THE recent recommendation by the Election Commission of India to amend the Representation of People's Act, 1951 for disclosing the details of anonymous donations in excess of Rs 20,000 has created hysteria among the political parties. The present discourse on accountability of anonymous donations made to political parties is guided by Section 29C of the Representation of People's Act, 1951. This mandates political parties to provide details of anonymous donations made in excess of Rs 20,000 in order to claim 100 per cent tax exemption. 

A joint report was prepared by the Association for Democratic Reforms and Election Watch accounting for donations received by political parties for the financial year 2012-13. The report noted that only 99.14 crore out of 991.20 crore were received through donations above Rs 20,000 for the financial year 2012-13. The majority of donations were anonymous and unaccounted.  
The Law Commission of India, through its reports in 1999 and 2015 proposed to entrench democratic ideals within political parties to ensure greater accountability in their functioning.

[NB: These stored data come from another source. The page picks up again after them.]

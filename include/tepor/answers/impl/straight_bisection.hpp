#pragma once
// Marks edges until every marked cell has its refinement edge marked, then splits each cell into two, three or four.

#include <algorithm>
#include <array>
#include <tepor/answers/straight_bisection.hpp>
#include <tepor/mesh/sides.hpp>

namespace tepor::detail {

TEPOR_INLINE MeshData prepared_for_bisection(const MeshData& mesh) {
    MeshData out = mesh;
    out.curved.clear();
    std::vector<signed char> turn(as_size(out.cell_count()), 0);
    for (Index c = 0; c < out.cell_count(); ++c) {
        Id* cell = out.cells.data() + as_size(c) * as_size(out.nodes_per_cell);
        int longest = 0;
        double most = 0.0;
        for (int s = 0; s < 3; ++s) { // the first of equally long ones, by a margin that rounding does not flip
            const Point a = out.nodes[as_size(cell[s])], b = out.nodes[as_size(cell[s == 2 ? 0 : s + 1])], d = b - a;
            if (dot(d, d) > most * (1.0 + 1e-10)) {
                most = dot(d, d);
                longest = s;
            }
            if (out.order == 2) out.nodes[as_size(cell[3 + s])] = 0.5 * (a + b);
        }
        const int first = longest == 0 ? 2 : longest - 1; // side s lies opposite vertex s + 2
        turn[as_size(c)] = static_cast<signed char>(first);
        std::rotate(cell, cell + first, cell + 3);
        if (out.order == 2) std::rotate(cell + 3, cell + 3 + first, cell + 6);
    }
    for (MeshFace& face : out.faces)
        for (CellSide& side : face.sides) side.side = (side.side + 3 - turn[as_size(side.cell)]) % 3;
    return out;
}

/// Builds the finer mesh: vertices first, then the middles that order 2 needs.
class Bisection {
  public:
    Bisection(const MeshData& mesh, const std::vector<char>& marked) : mesh_(mesh), map_(match_sides(mesh)) {
        close(marked);
        new_vertices();
        for (Index c = 0; c < mesh.cell_count(); ++c) split(c);
        faces();
        if (mesh.order == 2) middles();
    }

    MeshData take() { return std::move(fine_); }

  private:
    void close(const std::vector<char>& marked) {
        cut_.assign(map_.first.size(), 0);
        std::vector<Index> todo;
        const auto mark = [&](Id side) {
            if (cut_[as_size(side)]) return;
            cut_[as_size(side)] = 1;
            for (const CellSide s : {map_.first[as_size(side)], map_.second[as_size(side)]})
                if (s.cell >= 0 && !cut_[as_size(map_.number(s.cell, 1))]) todo.push_back(s.cell);
        };
        for (Index c = 0; c < mesh_.cell_count(); ++c)
            if (marked[as_size(c)]) mark(map_.number(c, 1)); // side 1 lies opposite vertex 0
        while (!todo.empty()) {
            const Index c = todo.back();
            todo.pop_back();
            mark(map_.number(c, 1));
        }
    }

    void new_vertices() {
        fine_.dim = mesh_.dim, fine_.order = mesh_.order, fine_.nodes_per_cell = mesh_.nodes_per_cell;
        fine_.sides_per_cell = mesh_.sides_per_cell, fine_.shape = mesh_.shape, fine_.frame = mesh_.frame;
        fine_.region_names = mesh_.region_names, fine_.remarks = mesh_.remarks;
        // vertices of the coarse mesh, renumbered without the middles of order 2
        vertex_.assign(mesh_.nodes.size(), -1);
        for (Index c = 0; c < mesh_.cell_count(); ++c)
            for (int i = 0; i < 3; ++i) {
                Id& v = vertex_[as_size(mesh_.cell(c)[i])];
                if (v >= 0) continue;
                v = as_id(fine_.nodes.size());
                fine_.nodes.push_back(mesh_.nodes[as_size(mesh_.cell(c)[i])]);
            }
        middle_.assign(cut_.size(), -1);
        for (std::size_t s = 0; s < cut_.size(); ++s) {
            if (!cut_[s]) continue;
            const CellSide side = map_.first[s];
            const Id* cell = mesh_.cell(side.cell);
            middle_[s] = as_id(fine_.nodes.size());
            fine_.nodes.push_back(0.5 * (mesh_.nodes[as_size(cell[side.side])] +
                                         mesh_.nodes[as_size(cell[side.side == 2 ? 0 : side.side + 1])]));
        }
        piece_.assign(2 * map_.id.size(), CellSide{-1, 0});
    }

    /// One new triangle; `from[s]` is the coarse side its side s lies on (3: none) and whether it is the second half of it.
    void add(Id region, std::array<Id, 3> v, std::array<int, 3> from, Index coarse) {
        const Id cell = as_id(fine_.region.size());
        for (const Id i : v) vertices_.push_back(i);
        fine_.region.push_back(region);
        for (int s = 0; s < 3; ++s)
            if (from[as_size(s)] >= 0) piece_[as_size(6 * coarse + from[as_size(s)])] = {cell, s};
    }

    /// Piece 2 s and 2 s + 1 of coarse side s: its halves in the direction of the side, or 2 s alone when it is whole.
    void split(Index c) {
        const Id r = mesh_.region[as_size(c)];
        const Id* cell = mesh_.cell(c);
        const Id a = vertex_[as_size(cell[0])], b = vertex_[as_size(cell[1])], d = vertex_[as_size(cell[2])];
        const Id mab = middle_[as_size(map_.number(c, 0))], m = middle_[as_size(map_.number(c, 1))],
                 mda = middle_[as_size(map_.number(c, 2))];
        if (m < 0) {
            add(r, {a, b, d}, {0, 2, 4}, c);
            return;
        }
        // children (m, a, b) and (m, d, a): newest vertex first
        if (mab < 0)
            add(r, {m, a, b}, {-1, 0, 2}, c);
        else {
            add(r, {mab, m, a}, {-1, -1, 0}, c);
            add(r, {mab, b, m}, {1, 2, -1}, c);
        }
        if (mda < 0)
            add(r, {m, d, a}, {3, 4, -1}, c);
        else {
            add(r, {mda, m, d}, {-1, 3, 4}, c);
            add(r, {mda, a, m}, {5, -1, -1}, c);
        }
    }

    void faces() {
        for (const MeshFace& face : mesh_.faces) {
            MeshFace out;
            out.name = face.name;
            for (const CellSide side : face.sides)
                for (int half = 0; half < 2; ++half) {
                    const CellSide piece = piece_[as_size(6 * static_cast<Index>(side.cell) + 2 * side.side + half)];
                    if (piece.cell >= 0) out.sides.push_back(piece);
                }
            fine_.faces.push_back(std::move(out));
        }
        if (mesh_.order == 1) fine_.cells = std::move(vertices_);
    }

    void middles() {
        MeshData linear;
        linear.dim = 2, linear.order = 1, linear.nodes_per_cell = 3, linear.sides_per_cell = 3,
        linear.shape = mesh_.shape;
        linear.nodes = fine_.nodes;
        linear.region = fine_.region;
        linear.cells = std::move(vertices_);
        const SideMap sides = match_sides(linear);
        const Id first = as_id(fine_.nodes.size());
        for (std::size_t s = 0; s < sides.first.size(); ++s) {
            const CellSide side = sides.first[s];
            const Id* cell = linear.cell(side.cell);
            fine_.nodes.push_back(0.5 * (linear.nodes[as_size(cell[side.side])] +
                                         linear.nodes[as_size(cell[side.side == 2 ? 0 : side.side + 1])]));
        }
        fine_.cells.resize(2 * linear.cells.size());
        for (Index c = 0; c < linear.cell_count(); ++c)
            for (int i = 0; i < 3; ++i) {
                fine_.cells[as_size(6 * c + i)] = linear.cell(c)[i];
                fine_.cells[as_size(6 * c + 3 + i)] = first + sides.number(c, i);
            }
    }

    const MeshData& mesh_;
    SideMap map_;
    MeshData fine_;
    std::vector<char> cut_;
    std::vector<Id> vertex_, middle_, vertices_;
    std::vector<CellSide> piece_;
};

TEPOR_INLINE MeshData bisected(const MeshData& mesh, const std::vector<char>& marked) {
    return Bisection(mesh, marked).take();
}

} // namespace tepor::detail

The 2015 report also proposed the corporate donations paid to political parties to be approved in the annual general meeting of the shareholders and not by the board of directors. Accountability assumes greater significance, especially when anonymous donations influence the decisions of the Centre and state governments.
A complaint was filed before the National Information Commission in 2011, seeking a declaration to rope in political parties within the ambit of the Right to Information Act, 2005. The complaint argued for subsuming political parties within Section 2(h) (ii) of the RTI Act, 2005. It enables even a non-governmental organisation to be a public authority if it is substantially financed, directly or indirectly by funds provided by appropriate government. The complaint articulated the reasons for bringing in political parties under the RTI Act, 2005. The lands granted to prominent political parties in the heart of New Delhi at paltry rentals and exemption of hundreds of crores worth tax were prominent reasons amongst others. 
The National Information Commission in 2013 upheld this functional test and ruled that subsidies, tax exemptions and cheap land for offices amounted to substantial indirect funding by the government and declared political parties as public authorities under Section 2(h)(ii). This order was kept at bay by all six political parties against whom the order was passed, including the INC and the BJP, and was persistently flouted by them. This advertent flouting led to filing of another complaint in 2015 wherein the National Information Commission reiterated its previous order — declaring all six political parties — as public authorities.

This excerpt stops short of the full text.